Short-term changes in ambient particulate matter and risk of stroke: a systematic review and meta-analysis

Affiliations
Review

Short-term changes in ambient particulate matter and risk of stroke: a systematic review and meta-analysis

Yi Wang et al. J Am Heart Assoc. .

Abstract

Background: Stroke is a leading cause of death and long-term disability in the United States. There is a well-documented association between ambient particulate matter air pollution (PM) and cardiovascular disease morbidity and mortality. Given the pathophysiologic mechanisms of these effects, short-term elevations in PM may also increase the risk of ischemic and/or hemorrhagic stroke morbidity and mortality, but the evidence has not been systematically reviewed.

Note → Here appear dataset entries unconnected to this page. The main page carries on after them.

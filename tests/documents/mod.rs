//! A document built by the binary in a temporary folder, for the tests that
//! check a block's results file end to end (mixed models, repeated
//! measures, covariance structures).

use serde_json::Value;
use std::process::Command;

/// Builds `document` with `files` (name, contents) beside it; the results
/// file, or the error output.
pub fn build(document: &str, files: &[(&str, String)]) -> Result<Value, String> {
    build_report(document, files).map(|(_, results)| results)
}

/// As `build`, with the Markdown report too.
pub fn build_report(document: &str, files: &[(&str, String)]) -> Result<(String, Value), String> {
    let dir = tempfile::tempdir().expect("temp dir");
    let p = dir.path();
    for (name, text) in files {
        std::fs::write(p.join(name), text).expect("data");
    }
    std::fs::write(p.join("report.md"), document).expect("doc");
    let o = Command::new(env!("CARGO_BIN_EXE_sheaf"))
        .current_dir(p)
        .args(["build", "report.md", "-o", "out", "--to", "md"])
        .output()
        .expect("runs");
    if !o.status.success() {
        return Err(String::from_utf8_lossy(&o.stderr).into_owned());
    }
    let text = std::fs::read_to_string(p.join("out/report.results.json")).expect("results");
    let report = std::fs::read_to_string(p.join("out/report.md")).expect("report");
    Ok((report, serde_json::from_str(&text).expect("json")))
}

/// An open dataset of tests/data/open (sources in its SOURCES.md).
pub fn open(name: &str) -> String {
    std::fs::read_to_string(format!(
        "{}/tests/data/open/{name}",
        env!("CARGO_MANIFEST_DIR")
    ))
    .expect("data file")
}

/// sleepstudy with rows 17, 34, …, 170 deleted (mixed-models spec 7.5 and
/// 9.4 D; an invented pattern): each deleted row is a different subject's
/// and a different day, leaving 8 complete subjects of 18. (Each test file
/// compiles this module on its own and not all of them use this.)
#[allow(dead_code)]
pub fn sleepstudy_with_deletions() -> String {
    let text = open("sleepstudy.csv");
    let mut lines = text.lines();
    let header = lines.next().unwrap_or_default();
    std::iter::once(header)
        .chain(
            lines
                .enumerate()
                .filter(|(i, _)| (i + 1) % 17 != 0)
                .map(|(_, l)| l),
        )
        .map(|l| format!("{l}\n"))
        .collect()
}

/// A reference value: a number, or an object holding it in `value` (the
/// reference scripts' `{value, spec_value, agrees}` records).
#[allow(dead_code)]
pub fn reference_number(v: &Value) -> f64 {
    v.get("value")
        .unwrap_or(v)
        .as_f64()
        .unwrap_or_else(|| panic!("not a number: {v}"))
}

/// Asserts that the results-file number `got` is within `tolerance`
/// (relative) of `want`, naming `what` in the failure.
#[allow(dead_code)]
pub fn assert_close(got: &Value, want: f64, tolerance: f64, what: &str) {
    let g = got.as_f64().unwrap_or_else(|| panic!("{what}: {got}"));
    let rel = (g - want).abs() / want.abs().max(1e-300);
    assert!(rel < tolerance, "{what}: {g} vs {want} (rel {rel:e})");
}

/// The planned contrast of a block's `planned_contrasts` record with this
/// name.
#[allow(dead_code)]
pub fn contrast_named<'a>(set: &'a Value, name: &str) -> &'a Value {
    set["contrasts"]
        .as_array()
        .expect("contrasts")
        .iter()
        .find(|c| c["name"] == name)
        .unwrap_or_else(|| panic!("no contrast {name}"))
}

/// A reference file of tests/reference (written by the script beside it).
#[allow(dead_code)]
pub fn reference_json(name: &str) -> Value {
    let path = format!("{}/tests/reference/{name}", env!("CARGO_MANIFEST_DIR"));
    serde_json::from_str(&std::fs::read_to_string(path).expect("reference")).expect("json")
}

/// An invented data file of tests/data/invented (see its README).
#[allow(dead_code)]
pub fn invented(name: &str) -> String {
    std::fs::read_to_string(format!(
        "{}/tests/data/invented/{name}",
        env!("CARGO_MANIFEST_DIR")
    ))
    .expect("data file")
}

/// A block's ANOVA line for `name`.
#[allow(dead_code)]
pub fn term<'a>(block: &'a Value, name: &str) -> &'a Value {
    block["anova"]["terms"]
        .as_array()
        .expect("terms")
        .iter()
        .find(|t| t["term"] == name)
        .unwrap_or_else(|| panic!("no term {name}"))
}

Methods and results: We provide a comprehensive review of all observational human studies (January 1966 to January 2014) on the association between short-term changes in ambient PM levels and cerebrovascular events. We also performed meta-analyses to evaluate the evidence for an association between each PM size fraction (PM2.5, PM10, PM2.5-10) and each outcome (total cerebrovascular disease, ischemic stroke/transient ischemic attack, hemorrhagic stroke) separately for mortality and hospital admission. We used a random-effects model to estimate the summary percent change in relative risk of the outcome per 10-μg/m(3) increase in PM.

Conclusions: We found that PM2.5 and PM10 are associated with a 1.4% (95% CI 0.9% to 1.9%) and 0.5% (95% CI 0.3% to 0.7%) higher total cerebrovascular disease mortality, respectively, with evidence of inconsistent, nonsignificant associations for hospital admission for total cerebrovascular disease or ischemic or hemorrhagic stroke. Current limited evidence does not suggest an association between PM2.5-10 and cerebrovascular mortality or morbidity. We discuss the potential sources of variability in results across studies, highlight some observations, and identify gaps in literature and make recommendations for future studies.

Keywords: air pollution; cerebrovascular disease; meta‐analysis; particulate matter; stroke.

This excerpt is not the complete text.